- [TASK DETAILS]
Take the material below and restate it word for word, stopping after the line in which "every default applied" occurs.

- [INPUT]
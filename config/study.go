package config

import (
	"crypto/sha256"
	"encoding/hex"
	"fmt"
	"math"
	"sort"
	"strings"

	"lidscope/calendar"
	"lidscope/cf"
	"lidscope/metrics"
	"lidscope/regimes"
	"lidscope/regrid"
	"lidscope/relations"
	"lidscope/vocab"
)

// Study is a loaded study: typed, validated, with every default applied
// and every input glob expanded. Build it with [Load].
type Study struct {
	// Path is the study file as given to Load (ParseName for Parse); Dir
	// is its folder (the dir given to Parse), against which relative file
	// patterns and the output folder are resolved.
	Path, Dir string
	// Format is "yaml", "toml" or "json" (from the file name extension,
	// or as given to Parse).
	Format string
	// Source is the text of the file, unchanged.
	Source string
	// Datasets are the datasets of the study, in file order (at least one).
	Datasets []Dataset
	// Ensemble lists the datasets the study's ensemble block named, in
	// name order, with the folder each was matched from (none without
	// one).
	Ensemble []EnsembleMember
	// Analysis holds the regime and grid settings shared by all datasets.
	Analysis Analysis
	// Output says where results go.
	Output Output
	// Limits bound the resources a run may use.
	Limits Limits
	// Relations is the relationship analysis (the relationships section),
	// shared by all datasets: relations.Defaults() with the study's
	// settings, the regime definition of Analysis as Classifier and
	// Analysis.Regions as Regions. Its Responses are the responses as
	// written (nil when the study lists none; they may contain
	// AnalysisCloud): give relations.New the configuration of
	// [Study.RelationsFor], whose responses are resolved per dataset.
	Relations relations.Config
	// RelationsOff is true when the study turns the relationship analysis
	// off (relationships.enabled: false): runs then give the regime
	// statistics only, and skip the relationship pass.
	RelationsOff bool
	// Factors is the factors section (Factors.On false without one).
	Factors Factors
	// Overrides lists the values set by flags and environment variables,
	// in the order applied (environment first, then flags).
	Overrides []Override

	// shown maps each input file to how Resolved writes it: relative to
	// Dir when its pattern was relative, else absolute.
	shown map[string]string
}

// Override is one value set from outside the study file.
type Override struct {
	// Key is the dotted key path, e.g. "analysis.threshold".
	Key string
	// Value is the value as given.
	Value string
	// Origin is "flag KEY" or "environment NAME".
	Origin string
}

// Dataset is one dataset (observations, a reanalysis or one model run).
type Dataset struct {
	// Name is unique within the study and made of [A-Za-z0-9_.-]; it is
	// used in output paths.
	Name        string
	Description string
	// Accept names the usability checks of lidscope inspect (cf.CheckNames)
	// whose verdict the study overrides for this dataset: the run goes on
	// and records the accepted check in its notes.
	Accept []string
	// Inputs are the files of each role the analysis reads, each list
	// sorted, with globs expanded and relative patterns resolved against
	// the study's folder. Roles the settings need but the study lists
	// only under files.any get the files of All.
	Inputs map[cf.Role][]string
	// All are the files of files.any (files that may hold any role),
	// expanded like Inputs. Empty when files.any is not used.
	All []string
	// Patterns are the input patterns as written (key "all" included).
	Patterns map[string][]string
	// Variables names the variable to read per role (else cf finds it).
	Variables map[cf.Role]string
	// Units overrides the units attribute per role.
	Units map[cf.Role]string
	// Coordinates names coordinate variables (and level units) per role.
	Coordinates map[cf.Role]Coordinates
	// Time holds the time overrides and the time selection.
	Time TimeSelection
	// Ocean says how ocean columns are told from land.
	Ocean OceanMask
	// SeaIce says whether and how ice-covered columns are excluded.
	SeaIce SeaIce
	// Surface says which inputs give the surface state, and which roles.
	Surface Surface
	// Cloud is the role that gives the cloud of the analysis:
	// cf.RoleLowCloud or cf.RoleCloud.
	Cloud cf.Role
	// Metrics is the complete metrics conventions, surface settings included
	// (Surface, PressureField, SurfacePressure, Humidity, AssumedRH). It
	// has passed metrics.Conventions.Validate.
	Metrics metrics.Conventions
	// OutputDir is where this dataset's results go: Output.Dir/Name.
	OutputDir string
	// RelationResponses are the responses of the relationship analysis
	// for this dataset, as quantity (role) names: relationships.responses
	// with analysis_cloud replaced by Cloud, or by default Cloud plus
	// toa_sw_up when the dataset names a toa_sw_up input.
	RelationResponses []string
}

// Coordinates are coordinate overrides for one role. Empty fields mean:
// found by cf from the file's metadata.
type Coordinates struct {
	Lat, Lon, Level, Time string // coordinate variable names
	// LevelUnits overrides the units of the vertical coordinate.
	LevelUnits string
}

// TimeSelection holds the time declarations of a dataset and the months
// and years the analysis uses.
type TimeSelection struct {
	// Units and Calendar override the time coordinate's attributes
	// (for files with non-CF time units); empty: from the file.
	Units, Calendar string
	// Climatology declares the time axes as 12 calendar months, January first.
	Climatology bool
	// ByRole holds the declarations of roles that have their own
	// (time.ROLE in the study), each complete: a key the role does not
	// set is the dataset's. [TimeSelection.For] gives any role's.
	ByRole map[cf.Role]TimeDecl
	// Start and End are the first and last year-month used (inclusive);
	// nil means unbounded. Always nil when every time axis is declared a
	// climatology.
	Start, End *calendar.YearMonth
	// Months are the calendar months used (1–12, in the order written);
	// empty means every month. Season is the season name when the months
	// were given as one (DJF, MAM, JJA, SON), else "".
	Months []int
	Season string
}

// TimeDecl says how to read a time axis whose file does not say it in a
// CF way: the time units and calendar that replace the coordinate's
// attributes (empty: the file's), or that it is a 12-month climatology,
// January first.
type TimeDecl struct {
	Units, Calendar string
	Climatology     bool
}

// TimeDecl returns the dataset's own time declaration.
func (t TimeSelection) TimeDecl() TimeDecl {
	return TimeDecl{Units: t.Units, Calendar: t.Calendar, Climatology: t.Climatology}
}

// For returns the time declaration of role r: its own (ByRole), else the
// dataset's.
func (t TimeSelection) For(r cf.Role) TimeDecl {
	if d, ok := t.ByRole[r]; ok {
		return d
	}
	return t.TimeDecl()
}

// Selects reports whether the time step of the given year and month
// (1–12) is part of the analysis. For a climatology (Climatology) the year
// is ignored. The run asks it of the record it follows: the SST's, or, when
// SST is a 12-month climatology beside a dated record of another role,
// that record's.
func (t TimeSelection) Selects(year, month int) bool {
	if month < 1 || month > 12 {
		return false
	}
	if len(t.Months) > 0 {
		found := false
		for _, m := range t.Months {
			if m == month {
				found = true
				break
			}
		}
		if !found {
			return false
		}
	}
	if t.Climatology {
		return true
	}
	ym := calendar.YearMonth{Year: year, Month: month}
	if t.Start != nil && ym.Index() < t.Start.Index() {
		return false
	}
	if t.End != nil && ym.Index() > t.End.Index() {
		return false
	}
	return true
}

// Selects reports whether the dataset's time selection includes the given
// year and month (1–12); see [TimeSelection.Selects].
func (d *Dataset) Selects(year, month int) bool { return d.Time.Selects(year, month) }

// OceanMethod says how ocean columns are identified.
type OceanMethod int

// The ocean-mask methods.
const (
	// OceanWhereSST: a column is ocean where the SST is present (not
	// missing). The default when no fraction input is given.
	OceanWhereSST OceanMethod = iota + 1
	// OceanFromFraction: ocean where the ocean fraction (1 − land_fraction,
	// or sea_fraction) is at least MinOceanFraction.
	OceanFromFraction
	// OceanFromCategories: ocean where a categorical mask takes one of
	// OceanValues.
	OceanFromCategories
)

- [EXERCISE RESULT]
filename config/study.go
package config

import (
	"crypto/sha256"
	"encoding/hex"
	"fmt"
	"math"
	"sort"
	"strings"

	"lidscope/calendar"
	"lidscope/cf"
	"lidscope/metrics"
	"lidscope/regimes"
	"lidscope/regrid"
	"lidscope/relations"
	"lidscope/vocab"
)

// Study is a loaded study: typed, validated, with every default applied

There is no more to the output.